=== Begin Enclosure ===
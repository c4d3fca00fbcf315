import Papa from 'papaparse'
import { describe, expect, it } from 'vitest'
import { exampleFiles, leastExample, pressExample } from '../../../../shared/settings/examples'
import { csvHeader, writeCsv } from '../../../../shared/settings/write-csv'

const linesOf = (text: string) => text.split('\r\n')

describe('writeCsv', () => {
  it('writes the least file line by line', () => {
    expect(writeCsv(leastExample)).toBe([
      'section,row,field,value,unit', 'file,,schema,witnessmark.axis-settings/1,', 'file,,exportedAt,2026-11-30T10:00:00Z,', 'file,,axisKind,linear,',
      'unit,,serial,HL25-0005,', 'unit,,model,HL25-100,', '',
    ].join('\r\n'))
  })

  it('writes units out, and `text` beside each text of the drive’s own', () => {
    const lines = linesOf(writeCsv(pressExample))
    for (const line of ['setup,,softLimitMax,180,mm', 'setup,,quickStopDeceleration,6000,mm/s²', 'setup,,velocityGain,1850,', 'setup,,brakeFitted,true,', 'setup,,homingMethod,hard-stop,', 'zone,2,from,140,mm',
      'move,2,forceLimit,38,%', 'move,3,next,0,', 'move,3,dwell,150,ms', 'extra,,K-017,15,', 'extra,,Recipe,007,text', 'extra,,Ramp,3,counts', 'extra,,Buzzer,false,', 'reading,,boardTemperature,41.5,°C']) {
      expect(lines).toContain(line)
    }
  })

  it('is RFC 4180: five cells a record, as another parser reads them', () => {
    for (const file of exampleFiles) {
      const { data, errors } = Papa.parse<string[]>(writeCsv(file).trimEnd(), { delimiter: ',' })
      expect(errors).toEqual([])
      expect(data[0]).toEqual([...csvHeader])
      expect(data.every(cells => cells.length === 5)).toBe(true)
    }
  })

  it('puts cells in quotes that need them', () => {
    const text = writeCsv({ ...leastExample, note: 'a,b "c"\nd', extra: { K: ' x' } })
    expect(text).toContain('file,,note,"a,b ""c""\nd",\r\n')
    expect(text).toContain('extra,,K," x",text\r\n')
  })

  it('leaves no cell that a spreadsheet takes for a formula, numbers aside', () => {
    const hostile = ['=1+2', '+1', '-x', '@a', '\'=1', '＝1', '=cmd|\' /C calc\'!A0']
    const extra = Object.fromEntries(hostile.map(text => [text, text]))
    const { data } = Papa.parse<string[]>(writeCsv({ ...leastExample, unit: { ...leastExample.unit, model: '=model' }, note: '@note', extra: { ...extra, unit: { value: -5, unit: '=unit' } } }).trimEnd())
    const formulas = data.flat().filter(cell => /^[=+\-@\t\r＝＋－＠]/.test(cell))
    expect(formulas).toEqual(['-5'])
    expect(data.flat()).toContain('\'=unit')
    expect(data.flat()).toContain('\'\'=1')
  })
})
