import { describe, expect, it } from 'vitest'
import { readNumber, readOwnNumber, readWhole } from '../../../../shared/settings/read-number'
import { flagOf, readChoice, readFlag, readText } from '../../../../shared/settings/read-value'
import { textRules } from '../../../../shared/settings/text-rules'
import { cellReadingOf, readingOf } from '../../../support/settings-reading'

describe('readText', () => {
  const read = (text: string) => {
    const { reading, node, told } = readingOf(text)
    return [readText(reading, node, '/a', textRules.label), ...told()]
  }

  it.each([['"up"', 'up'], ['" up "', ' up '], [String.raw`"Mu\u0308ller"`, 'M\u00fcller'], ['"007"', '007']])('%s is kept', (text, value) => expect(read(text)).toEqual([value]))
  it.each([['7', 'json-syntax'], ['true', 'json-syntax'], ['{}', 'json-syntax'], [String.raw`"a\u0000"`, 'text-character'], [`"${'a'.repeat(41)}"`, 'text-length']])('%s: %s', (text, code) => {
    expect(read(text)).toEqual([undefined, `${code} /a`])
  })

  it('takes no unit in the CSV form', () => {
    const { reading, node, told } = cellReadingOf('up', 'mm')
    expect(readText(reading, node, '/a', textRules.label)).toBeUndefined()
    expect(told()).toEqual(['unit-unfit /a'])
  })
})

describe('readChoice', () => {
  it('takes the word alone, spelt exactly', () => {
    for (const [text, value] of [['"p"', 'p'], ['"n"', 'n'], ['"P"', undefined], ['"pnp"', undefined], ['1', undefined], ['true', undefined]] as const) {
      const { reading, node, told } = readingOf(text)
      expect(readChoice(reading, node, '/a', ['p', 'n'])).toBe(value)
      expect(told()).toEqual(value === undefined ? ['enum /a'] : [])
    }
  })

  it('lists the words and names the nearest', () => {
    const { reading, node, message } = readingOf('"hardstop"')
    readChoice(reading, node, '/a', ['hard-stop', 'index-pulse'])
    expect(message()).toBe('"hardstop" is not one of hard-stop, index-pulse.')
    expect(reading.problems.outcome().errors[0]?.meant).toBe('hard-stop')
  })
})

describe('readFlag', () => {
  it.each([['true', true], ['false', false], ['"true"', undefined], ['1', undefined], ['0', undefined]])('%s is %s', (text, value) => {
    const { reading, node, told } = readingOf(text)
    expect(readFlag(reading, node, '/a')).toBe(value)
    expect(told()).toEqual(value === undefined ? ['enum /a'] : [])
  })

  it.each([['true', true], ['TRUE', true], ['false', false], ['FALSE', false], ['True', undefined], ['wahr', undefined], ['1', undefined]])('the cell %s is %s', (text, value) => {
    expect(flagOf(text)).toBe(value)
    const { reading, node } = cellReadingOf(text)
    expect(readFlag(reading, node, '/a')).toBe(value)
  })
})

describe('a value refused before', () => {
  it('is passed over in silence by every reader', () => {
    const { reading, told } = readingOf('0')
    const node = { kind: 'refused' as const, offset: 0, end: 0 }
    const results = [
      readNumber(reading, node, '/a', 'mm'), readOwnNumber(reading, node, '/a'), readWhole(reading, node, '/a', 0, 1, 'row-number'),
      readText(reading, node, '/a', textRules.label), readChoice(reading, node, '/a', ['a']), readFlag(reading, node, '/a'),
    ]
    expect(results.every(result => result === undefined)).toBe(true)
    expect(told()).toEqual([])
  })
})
=== End Enclosure ===
Search the data above for the string "index". Report every line where it is found.

_REPLY TO THE EXERCISE:_
    readChoice(reading, node, '/a', ['hard-stop', 'index-pulse'])
    expect(message()).toBe('"hardstop" is not one of hard-stop, index-pulse.')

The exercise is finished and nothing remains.